HOW TO COMPLETE THIS TASK >>
Using the listing below, copy exactly the lines from the one containing "test('an unknown character" to the one containing "test('spans point at", both lines included, and no others.

ENTRIES SHOWN >>
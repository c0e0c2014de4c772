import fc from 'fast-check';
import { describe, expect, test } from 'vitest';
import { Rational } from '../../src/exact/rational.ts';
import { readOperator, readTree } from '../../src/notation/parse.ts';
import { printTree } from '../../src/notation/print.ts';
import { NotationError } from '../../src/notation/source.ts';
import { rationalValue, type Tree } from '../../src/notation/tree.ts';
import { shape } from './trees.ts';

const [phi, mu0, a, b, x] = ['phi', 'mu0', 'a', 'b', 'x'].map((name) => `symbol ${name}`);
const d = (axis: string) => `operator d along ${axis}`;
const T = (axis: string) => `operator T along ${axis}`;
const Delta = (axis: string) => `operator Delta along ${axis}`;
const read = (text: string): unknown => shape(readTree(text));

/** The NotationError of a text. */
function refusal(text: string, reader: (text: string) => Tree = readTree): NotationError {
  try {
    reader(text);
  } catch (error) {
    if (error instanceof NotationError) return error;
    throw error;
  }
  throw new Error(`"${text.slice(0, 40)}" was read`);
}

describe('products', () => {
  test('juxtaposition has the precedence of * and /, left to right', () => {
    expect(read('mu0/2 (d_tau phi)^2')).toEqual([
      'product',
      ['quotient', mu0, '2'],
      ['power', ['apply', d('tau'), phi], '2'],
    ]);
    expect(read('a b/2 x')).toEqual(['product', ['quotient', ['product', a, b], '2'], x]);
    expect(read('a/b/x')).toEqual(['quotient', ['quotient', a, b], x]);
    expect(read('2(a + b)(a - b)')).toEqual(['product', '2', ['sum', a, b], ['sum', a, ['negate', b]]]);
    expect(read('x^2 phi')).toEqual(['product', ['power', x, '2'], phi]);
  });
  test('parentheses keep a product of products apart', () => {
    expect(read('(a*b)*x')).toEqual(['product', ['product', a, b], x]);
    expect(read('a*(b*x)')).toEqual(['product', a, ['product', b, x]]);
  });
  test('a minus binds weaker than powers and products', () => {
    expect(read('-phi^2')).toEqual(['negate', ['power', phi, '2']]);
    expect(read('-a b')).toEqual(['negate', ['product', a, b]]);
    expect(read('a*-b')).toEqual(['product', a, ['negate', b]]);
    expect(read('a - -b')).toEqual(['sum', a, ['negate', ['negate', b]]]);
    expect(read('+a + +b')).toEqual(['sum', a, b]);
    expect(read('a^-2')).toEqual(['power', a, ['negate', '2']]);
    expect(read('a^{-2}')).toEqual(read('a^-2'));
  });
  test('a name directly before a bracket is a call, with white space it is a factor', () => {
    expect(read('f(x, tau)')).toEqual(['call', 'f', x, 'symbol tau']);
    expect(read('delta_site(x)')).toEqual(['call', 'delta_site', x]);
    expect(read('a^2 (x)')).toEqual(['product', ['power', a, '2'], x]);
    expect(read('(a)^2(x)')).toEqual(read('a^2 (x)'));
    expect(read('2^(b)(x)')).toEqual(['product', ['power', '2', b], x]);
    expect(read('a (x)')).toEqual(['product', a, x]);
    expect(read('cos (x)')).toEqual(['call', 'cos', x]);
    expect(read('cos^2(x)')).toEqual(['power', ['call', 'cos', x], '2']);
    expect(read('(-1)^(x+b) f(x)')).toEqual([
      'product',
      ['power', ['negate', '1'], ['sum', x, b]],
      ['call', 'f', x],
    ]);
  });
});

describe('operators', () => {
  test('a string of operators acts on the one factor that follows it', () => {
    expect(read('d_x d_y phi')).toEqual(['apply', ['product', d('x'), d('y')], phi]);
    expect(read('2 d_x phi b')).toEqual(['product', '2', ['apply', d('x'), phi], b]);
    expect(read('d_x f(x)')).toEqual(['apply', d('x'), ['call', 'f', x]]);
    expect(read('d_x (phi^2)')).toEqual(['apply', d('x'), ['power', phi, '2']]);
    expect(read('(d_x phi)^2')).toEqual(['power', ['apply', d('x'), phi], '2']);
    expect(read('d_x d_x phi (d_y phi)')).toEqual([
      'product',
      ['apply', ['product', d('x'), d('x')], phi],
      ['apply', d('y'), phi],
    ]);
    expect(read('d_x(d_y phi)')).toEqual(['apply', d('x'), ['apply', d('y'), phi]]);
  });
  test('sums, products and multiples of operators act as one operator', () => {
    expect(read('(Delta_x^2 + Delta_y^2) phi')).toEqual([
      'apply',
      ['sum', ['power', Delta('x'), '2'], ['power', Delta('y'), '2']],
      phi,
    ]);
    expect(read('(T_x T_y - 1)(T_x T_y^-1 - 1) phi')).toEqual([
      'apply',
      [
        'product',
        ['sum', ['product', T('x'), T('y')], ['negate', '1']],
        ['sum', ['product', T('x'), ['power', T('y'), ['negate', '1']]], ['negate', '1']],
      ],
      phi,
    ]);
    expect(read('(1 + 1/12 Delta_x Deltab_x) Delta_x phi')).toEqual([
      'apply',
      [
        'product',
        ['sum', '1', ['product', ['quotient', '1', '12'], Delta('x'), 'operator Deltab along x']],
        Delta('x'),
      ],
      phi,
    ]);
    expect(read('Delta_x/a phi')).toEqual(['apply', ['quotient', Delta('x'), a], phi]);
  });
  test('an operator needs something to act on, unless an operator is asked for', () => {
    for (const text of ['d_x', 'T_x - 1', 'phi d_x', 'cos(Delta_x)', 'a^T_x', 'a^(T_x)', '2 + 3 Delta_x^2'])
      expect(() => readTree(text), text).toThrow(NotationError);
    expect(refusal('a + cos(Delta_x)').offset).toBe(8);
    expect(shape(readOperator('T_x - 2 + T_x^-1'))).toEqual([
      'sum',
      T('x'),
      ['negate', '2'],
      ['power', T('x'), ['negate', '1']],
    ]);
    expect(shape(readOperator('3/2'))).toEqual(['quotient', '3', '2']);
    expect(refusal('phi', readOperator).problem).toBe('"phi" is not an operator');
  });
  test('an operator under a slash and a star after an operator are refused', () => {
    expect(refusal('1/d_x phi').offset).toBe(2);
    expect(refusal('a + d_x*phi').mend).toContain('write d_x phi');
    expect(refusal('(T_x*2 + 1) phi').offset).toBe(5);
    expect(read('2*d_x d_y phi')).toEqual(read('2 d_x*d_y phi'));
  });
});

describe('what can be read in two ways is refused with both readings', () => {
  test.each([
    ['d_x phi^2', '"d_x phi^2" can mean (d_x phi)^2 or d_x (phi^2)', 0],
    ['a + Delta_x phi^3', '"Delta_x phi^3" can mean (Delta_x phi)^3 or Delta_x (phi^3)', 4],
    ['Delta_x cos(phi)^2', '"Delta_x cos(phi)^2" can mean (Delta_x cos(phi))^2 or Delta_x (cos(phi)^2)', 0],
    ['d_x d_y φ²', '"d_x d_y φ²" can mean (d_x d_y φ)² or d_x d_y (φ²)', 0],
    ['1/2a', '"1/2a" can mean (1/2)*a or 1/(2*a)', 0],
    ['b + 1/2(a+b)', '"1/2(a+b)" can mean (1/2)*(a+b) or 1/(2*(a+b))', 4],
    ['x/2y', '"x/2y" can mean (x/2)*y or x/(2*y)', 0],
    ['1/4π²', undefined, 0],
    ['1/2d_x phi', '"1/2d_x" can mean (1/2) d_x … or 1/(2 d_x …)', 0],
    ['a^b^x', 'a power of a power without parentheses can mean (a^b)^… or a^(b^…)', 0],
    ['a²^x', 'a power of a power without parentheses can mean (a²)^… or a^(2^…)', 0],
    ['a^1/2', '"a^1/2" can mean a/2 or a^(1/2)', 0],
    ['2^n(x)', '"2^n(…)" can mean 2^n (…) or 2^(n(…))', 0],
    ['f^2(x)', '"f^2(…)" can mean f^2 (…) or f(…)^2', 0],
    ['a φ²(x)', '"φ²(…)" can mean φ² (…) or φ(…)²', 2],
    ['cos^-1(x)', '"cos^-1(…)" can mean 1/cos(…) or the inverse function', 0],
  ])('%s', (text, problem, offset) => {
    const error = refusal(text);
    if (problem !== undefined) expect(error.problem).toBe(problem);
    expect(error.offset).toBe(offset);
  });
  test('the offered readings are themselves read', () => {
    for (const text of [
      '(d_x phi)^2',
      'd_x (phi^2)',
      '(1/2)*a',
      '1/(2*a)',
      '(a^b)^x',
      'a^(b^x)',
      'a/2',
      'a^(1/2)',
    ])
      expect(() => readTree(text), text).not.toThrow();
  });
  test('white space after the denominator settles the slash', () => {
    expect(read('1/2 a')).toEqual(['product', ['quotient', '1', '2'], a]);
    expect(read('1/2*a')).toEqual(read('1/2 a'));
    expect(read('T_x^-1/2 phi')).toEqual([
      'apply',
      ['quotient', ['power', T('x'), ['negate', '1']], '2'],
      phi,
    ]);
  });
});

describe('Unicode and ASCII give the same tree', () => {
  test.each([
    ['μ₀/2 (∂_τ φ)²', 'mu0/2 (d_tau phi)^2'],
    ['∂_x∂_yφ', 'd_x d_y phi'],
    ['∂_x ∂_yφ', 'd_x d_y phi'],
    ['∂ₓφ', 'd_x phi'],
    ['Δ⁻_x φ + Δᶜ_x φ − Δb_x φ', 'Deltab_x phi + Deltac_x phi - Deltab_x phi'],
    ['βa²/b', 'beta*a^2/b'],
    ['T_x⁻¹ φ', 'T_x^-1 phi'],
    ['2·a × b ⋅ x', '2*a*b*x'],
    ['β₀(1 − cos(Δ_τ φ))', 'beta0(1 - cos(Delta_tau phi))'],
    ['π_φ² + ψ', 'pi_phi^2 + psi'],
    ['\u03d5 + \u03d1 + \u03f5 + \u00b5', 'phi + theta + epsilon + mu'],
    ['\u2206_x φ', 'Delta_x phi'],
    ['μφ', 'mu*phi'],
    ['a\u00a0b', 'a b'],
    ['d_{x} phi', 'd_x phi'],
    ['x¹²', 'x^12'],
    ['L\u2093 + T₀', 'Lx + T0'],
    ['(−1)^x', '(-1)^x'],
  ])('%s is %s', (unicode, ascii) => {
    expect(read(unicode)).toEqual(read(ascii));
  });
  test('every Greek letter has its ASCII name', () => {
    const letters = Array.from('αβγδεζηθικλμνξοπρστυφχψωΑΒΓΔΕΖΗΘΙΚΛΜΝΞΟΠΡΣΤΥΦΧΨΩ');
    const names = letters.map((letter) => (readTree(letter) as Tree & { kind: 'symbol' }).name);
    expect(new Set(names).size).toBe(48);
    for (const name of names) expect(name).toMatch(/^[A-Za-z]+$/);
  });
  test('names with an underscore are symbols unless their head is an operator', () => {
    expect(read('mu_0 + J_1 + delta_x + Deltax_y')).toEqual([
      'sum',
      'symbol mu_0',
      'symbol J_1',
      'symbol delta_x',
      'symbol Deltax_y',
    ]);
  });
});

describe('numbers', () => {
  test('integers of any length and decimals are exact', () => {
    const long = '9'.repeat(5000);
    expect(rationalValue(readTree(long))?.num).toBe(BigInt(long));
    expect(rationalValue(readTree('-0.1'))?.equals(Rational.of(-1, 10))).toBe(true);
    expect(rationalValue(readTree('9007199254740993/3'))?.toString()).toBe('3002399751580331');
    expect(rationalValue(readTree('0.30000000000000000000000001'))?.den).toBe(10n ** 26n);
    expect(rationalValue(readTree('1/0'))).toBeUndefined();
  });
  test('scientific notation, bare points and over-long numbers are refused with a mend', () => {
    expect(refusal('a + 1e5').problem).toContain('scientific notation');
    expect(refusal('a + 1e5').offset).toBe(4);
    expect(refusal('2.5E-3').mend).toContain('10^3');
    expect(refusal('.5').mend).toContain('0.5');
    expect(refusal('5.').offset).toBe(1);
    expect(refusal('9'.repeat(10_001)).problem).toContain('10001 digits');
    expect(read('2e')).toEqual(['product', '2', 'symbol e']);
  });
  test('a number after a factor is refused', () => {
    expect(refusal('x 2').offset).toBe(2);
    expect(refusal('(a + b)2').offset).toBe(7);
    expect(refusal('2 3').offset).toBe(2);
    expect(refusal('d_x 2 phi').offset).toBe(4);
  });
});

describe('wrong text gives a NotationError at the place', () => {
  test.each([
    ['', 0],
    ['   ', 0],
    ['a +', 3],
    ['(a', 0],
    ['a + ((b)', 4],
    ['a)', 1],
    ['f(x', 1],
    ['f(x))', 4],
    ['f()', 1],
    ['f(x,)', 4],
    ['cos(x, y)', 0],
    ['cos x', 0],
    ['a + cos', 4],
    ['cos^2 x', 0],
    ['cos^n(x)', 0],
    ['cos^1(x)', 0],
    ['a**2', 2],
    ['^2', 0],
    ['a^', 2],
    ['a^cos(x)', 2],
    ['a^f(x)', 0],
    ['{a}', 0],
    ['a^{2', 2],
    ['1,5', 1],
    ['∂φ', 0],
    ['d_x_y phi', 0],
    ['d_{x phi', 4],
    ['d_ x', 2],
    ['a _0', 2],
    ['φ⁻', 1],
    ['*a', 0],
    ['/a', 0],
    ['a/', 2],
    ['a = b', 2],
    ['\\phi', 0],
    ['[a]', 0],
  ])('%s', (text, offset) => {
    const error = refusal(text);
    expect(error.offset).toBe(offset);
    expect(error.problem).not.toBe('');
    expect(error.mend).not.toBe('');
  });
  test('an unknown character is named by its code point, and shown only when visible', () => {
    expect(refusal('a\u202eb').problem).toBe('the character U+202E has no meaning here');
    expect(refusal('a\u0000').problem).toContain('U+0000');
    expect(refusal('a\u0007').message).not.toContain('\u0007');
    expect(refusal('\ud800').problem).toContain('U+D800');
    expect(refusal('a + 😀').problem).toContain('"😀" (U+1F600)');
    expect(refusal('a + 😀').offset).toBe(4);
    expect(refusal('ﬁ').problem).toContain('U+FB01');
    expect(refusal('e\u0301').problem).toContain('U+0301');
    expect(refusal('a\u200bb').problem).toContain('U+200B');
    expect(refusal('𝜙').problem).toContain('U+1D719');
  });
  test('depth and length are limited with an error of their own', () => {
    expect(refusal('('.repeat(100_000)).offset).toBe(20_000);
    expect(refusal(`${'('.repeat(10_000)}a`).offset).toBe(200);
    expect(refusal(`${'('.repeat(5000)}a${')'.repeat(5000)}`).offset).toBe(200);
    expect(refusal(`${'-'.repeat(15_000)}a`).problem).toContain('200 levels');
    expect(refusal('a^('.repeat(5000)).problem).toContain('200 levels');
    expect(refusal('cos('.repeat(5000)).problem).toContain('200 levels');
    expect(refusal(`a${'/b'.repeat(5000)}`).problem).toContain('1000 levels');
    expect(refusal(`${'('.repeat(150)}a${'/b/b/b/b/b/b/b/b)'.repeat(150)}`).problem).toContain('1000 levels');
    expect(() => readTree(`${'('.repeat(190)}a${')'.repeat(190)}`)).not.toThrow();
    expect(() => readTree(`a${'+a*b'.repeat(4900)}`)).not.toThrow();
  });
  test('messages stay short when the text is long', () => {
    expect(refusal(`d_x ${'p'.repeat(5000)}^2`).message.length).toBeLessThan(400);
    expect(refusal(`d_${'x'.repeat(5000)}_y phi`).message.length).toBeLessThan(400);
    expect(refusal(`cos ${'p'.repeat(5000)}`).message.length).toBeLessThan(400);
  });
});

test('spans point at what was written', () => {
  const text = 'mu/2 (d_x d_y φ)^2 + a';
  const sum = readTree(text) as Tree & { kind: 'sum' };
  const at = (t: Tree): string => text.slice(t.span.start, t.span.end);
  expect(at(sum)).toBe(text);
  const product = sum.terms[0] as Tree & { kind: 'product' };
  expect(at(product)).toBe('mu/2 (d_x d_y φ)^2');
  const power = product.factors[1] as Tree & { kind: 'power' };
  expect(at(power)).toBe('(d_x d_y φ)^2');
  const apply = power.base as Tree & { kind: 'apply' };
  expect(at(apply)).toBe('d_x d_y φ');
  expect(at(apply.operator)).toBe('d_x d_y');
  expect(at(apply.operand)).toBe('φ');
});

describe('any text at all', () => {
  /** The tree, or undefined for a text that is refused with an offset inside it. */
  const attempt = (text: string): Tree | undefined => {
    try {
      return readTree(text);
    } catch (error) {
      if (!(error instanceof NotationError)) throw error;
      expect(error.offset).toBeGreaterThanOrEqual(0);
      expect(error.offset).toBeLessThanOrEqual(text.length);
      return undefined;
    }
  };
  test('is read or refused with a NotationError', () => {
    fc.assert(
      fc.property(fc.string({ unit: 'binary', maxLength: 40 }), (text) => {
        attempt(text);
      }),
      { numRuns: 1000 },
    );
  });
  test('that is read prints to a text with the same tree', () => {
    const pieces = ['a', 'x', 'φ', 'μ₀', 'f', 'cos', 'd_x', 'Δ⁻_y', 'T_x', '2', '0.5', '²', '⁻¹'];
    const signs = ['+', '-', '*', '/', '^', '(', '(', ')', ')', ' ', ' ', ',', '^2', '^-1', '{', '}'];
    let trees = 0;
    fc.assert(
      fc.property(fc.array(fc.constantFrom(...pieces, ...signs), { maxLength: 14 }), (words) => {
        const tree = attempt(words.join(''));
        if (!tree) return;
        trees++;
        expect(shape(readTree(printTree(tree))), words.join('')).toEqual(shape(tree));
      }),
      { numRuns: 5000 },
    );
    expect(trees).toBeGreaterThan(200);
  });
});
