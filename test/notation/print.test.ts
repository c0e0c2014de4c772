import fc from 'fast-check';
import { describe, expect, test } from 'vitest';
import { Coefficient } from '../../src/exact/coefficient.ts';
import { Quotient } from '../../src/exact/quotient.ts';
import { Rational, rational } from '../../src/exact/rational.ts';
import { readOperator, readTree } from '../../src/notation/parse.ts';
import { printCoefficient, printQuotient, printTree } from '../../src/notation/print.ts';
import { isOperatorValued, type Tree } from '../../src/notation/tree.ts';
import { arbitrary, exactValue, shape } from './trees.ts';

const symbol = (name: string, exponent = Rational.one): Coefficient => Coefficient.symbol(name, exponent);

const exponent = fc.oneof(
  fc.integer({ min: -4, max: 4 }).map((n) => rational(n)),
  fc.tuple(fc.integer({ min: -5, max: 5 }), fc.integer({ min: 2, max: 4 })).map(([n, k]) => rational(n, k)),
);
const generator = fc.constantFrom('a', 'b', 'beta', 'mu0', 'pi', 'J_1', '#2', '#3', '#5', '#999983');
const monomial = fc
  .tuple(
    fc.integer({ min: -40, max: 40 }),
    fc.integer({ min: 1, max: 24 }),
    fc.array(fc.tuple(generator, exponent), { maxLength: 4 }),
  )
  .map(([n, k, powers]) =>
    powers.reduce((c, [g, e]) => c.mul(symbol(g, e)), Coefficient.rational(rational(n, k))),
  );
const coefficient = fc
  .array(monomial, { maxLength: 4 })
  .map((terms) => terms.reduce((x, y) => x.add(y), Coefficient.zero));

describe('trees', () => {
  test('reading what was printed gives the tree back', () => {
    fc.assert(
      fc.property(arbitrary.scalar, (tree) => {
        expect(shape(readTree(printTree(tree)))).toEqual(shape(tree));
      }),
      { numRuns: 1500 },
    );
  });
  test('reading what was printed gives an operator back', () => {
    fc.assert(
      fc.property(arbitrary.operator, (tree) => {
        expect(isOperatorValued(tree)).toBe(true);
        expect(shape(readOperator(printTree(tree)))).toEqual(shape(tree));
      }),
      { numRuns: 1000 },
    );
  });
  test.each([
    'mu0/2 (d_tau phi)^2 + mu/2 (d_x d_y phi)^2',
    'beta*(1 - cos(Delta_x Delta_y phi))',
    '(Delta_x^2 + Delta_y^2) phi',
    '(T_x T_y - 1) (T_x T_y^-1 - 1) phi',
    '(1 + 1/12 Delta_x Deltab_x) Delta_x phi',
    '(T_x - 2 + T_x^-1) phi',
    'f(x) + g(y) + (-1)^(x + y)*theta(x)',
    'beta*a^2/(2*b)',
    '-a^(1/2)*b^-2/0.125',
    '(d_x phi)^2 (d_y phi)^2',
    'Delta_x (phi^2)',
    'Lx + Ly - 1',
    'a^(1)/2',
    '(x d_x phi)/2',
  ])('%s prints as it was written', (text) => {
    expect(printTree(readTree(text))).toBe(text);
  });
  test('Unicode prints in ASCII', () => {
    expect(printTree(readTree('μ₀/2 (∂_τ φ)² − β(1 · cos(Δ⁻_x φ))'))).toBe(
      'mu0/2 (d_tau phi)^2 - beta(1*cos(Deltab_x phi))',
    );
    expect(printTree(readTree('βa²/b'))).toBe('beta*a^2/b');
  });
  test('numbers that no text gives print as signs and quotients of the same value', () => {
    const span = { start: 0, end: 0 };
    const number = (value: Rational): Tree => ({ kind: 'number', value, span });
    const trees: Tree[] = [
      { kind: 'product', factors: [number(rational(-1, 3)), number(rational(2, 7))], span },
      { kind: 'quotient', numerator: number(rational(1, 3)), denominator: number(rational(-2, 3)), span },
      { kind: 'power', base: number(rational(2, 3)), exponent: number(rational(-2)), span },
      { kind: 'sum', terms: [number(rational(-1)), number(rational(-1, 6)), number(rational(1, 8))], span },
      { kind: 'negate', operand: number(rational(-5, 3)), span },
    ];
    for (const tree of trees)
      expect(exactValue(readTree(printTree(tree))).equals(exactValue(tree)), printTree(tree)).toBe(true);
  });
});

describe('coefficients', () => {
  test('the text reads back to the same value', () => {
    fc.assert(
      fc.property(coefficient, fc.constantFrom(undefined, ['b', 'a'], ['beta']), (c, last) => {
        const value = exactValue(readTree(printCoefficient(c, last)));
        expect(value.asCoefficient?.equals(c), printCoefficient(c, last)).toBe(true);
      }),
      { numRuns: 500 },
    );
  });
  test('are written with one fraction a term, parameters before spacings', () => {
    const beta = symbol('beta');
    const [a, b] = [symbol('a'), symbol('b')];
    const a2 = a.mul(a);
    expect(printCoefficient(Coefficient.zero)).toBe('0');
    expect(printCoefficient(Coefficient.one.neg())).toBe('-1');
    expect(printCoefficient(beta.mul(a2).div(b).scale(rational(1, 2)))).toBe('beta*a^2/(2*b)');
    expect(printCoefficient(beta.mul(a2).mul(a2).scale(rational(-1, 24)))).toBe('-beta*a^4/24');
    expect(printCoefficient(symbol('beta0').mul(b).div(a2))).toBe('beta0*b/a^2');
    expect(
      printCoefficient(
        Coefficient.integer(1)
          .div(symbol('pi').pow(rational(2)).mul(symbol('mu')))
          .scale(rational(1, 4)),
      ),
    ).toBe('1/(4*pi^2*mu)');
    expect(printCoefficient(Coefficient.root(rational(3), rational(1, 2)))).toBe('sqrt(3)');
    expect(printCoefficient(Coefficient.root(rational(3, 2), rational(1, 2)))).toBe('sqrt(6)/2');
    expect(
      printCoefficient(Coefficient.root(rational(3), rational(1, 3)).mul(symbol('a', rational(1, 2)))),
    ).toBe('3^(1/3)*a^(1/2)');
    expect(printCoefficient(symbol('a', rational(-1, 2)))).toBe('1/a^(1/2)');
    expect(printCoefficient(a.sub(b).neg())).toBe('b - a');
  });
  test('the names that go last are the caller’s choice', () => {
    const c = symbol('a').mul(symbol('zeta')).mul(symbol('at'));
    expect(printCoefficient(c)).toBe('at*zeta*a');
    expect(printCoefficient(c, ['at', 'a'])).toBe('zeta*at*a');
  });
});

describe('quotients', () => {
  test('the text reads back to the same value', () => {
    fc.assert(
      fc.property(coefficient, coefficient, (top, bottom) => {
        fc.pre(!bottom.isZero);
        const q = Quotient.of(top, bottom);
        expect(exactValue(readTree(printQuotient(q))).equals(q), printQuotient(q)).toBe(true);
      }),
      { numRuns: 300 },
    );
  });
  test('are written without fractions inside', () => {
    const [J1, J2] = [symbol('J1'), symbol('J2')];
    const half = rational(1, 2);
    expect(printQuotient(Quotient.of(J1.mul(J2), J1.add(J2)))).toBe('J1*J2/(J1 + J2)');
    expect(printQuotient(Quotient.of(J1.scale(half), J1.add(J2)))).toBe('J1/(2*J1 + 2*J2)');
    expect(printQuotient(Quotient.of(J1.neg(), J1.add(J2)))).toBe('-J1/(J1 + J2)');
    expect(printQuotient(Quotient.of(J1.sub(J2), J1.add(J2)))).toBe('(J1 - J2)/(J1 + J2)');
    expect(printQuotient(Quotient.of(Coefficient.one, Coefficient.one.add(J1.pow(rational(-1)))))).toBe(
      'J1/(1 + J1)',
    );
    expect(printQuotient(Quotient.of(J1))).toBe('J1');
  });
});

ANSWER BOX >>
  test('an unknown character is named by its code point, and shown only when visible', () => {
    expect(refusal('a\u202eb').problem).toBe('the character U+202E has no meaning here');
    expect(refusal('a\u0000').problem).toContain('U+0000');
    expect(refusal('a\u0007').message).not.toContain('\u0007');
    expect(refusal('\ud800').problem).toContain('U+D800');
    expect(refusal('a + 😀').problem).toContain('"😀" (U+1F600)');
    expect(refusal('a + 😀').offset).toBe(4);
    expect(refusal('ﬁ').problem).toContain('U+FB01');
    expect(refusal('e\u0301').problem).toContain('U+0301');
    expect(refusal('a\u200bb').problem).toContain('U+200B');
    expect(refusal('𝜙').problem).toContain('U+1D719');
  });
  test('depth and length are limited with an error of their own', () => {
    expect(refusal('('.repeat(100_000)).offset).toBe(20_000);
    expect(refusal(`${'('.repeat(10_000)}a`).offset).toBe(200);
    expect(refusal(`${'('.repeat(5000)}a${')'.repeat(5000)}`).offset).toBe(200);
    expect(refusal(`${'-'.repeat(15_000)}a`).problem).toContain('200 levels');
    expect(refusal('a^('.repeat(5000)).problem).toContain('200 levels');
    expect(refusal('cos('.repeat(5000)).problem).toContain('200 levels');
    expect(refusal(`a${'/b'.repeat(5000)}`).problem).toContain('1000 levels');
    expect(refusal(`${'('.repeat(150)}a${'/b/b/b/b/b/b/b/b)'.repeat(150)}`).problem).toContain('1000 levels');
    expect(() => readTree(`${'('.repeat(190)}a${')'.repeat(190)}`)).not.toThrow();
    expect(() => readTree(`a${'+a*b'.repeat(4900)}`)).not.toThrow();
  });
  test('messages stay short when the text is long', () => {
    expect(refusal(`d_x ${'p'.repeat(5000)}^2`).message.length).toBeLessThan(400);
    expect(refusal(`d_${'x'.repeat(5000)}_y phi`).message.length).toBeLessThan(400);
    expect(refusal(`cos ${'p'.repeat(5000)}`).message.length).toBeLessThan(400);
  });
});

test('spans point at what was written', () => {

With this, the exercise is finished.